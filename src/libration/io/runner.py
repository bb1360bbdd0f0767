"""The run loop: advance a propagator to a final time, streaming snapshots and checkpoints.

Nothing here changes the trajectory: the loop only chooses where :meth:`Propagator.advance`
stops (snapshot times, and grid points between them so that Ctrl-C, progress and checkpoints
stay responsive), and advancing in many calls gives the same bits as in one.  A run killed at
any moment and resumed from its last checkpoint (:func:`resume`) therefore ends with the same
state and the same output data as an uninterrupted run.
"""
from __future__ import annotations

import math
import os
import signal
import sys
import threading
import time as _time
from dataclasses import dataclass
from typing import Any

import numpy as np

from ..exceptions import FileFormatError, ValidationError
from . import checkpoint as _checkpoint
from .output import ELEMENT_NAMES, OutputWriter

STATUS_DONE = "done"
STATUS_STOPPED = "stopped"
STATUS_INTERRUPTED = "interrupted"
_DEFAULT_CHECKPOINT_SECONDS = 60.0
_STOP_WALL_SECONDS = 0.25  # aim for this much wall time between two stops of the loop


@dataclass
class RunResult:
    """What a run did.

    Attributes
    ----------
    status : str
        ``"done"`` (reached ``until``), ``"stopped"`` (ended early: a stopping event, step
        underflow or the step limit; see ``message``) or ``"interrupted"`` (SIGINT/SIGTERM;
        a checkpoint was written when one is configured).
    time : float
        Final time, time unit.
    steps : int
        Propagator step count at the end.
    snapshots : int
        Snapshots in the output file.
    wall_seconds : float
        Wall time of this call.
    energy_error : float
        Last relative energy error (E - E0) / |E0|, E0 at the start of the run.
    """

    status: str
    time: float
    steps: int
    snapshots: int
    wall_seconds: float
    energy_error: float
    message: str = ""
    signal: str | None = None
    output: str | None = None
    checkpoint: str | None = None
______
__Work order__
Whenever a line of the data includes "message", copy that line.

__Result of this task__
        underflow or the step limit; see ``message``) or ``"interrupted"`` (SIGINT/SIGTERM;
    message: str = ""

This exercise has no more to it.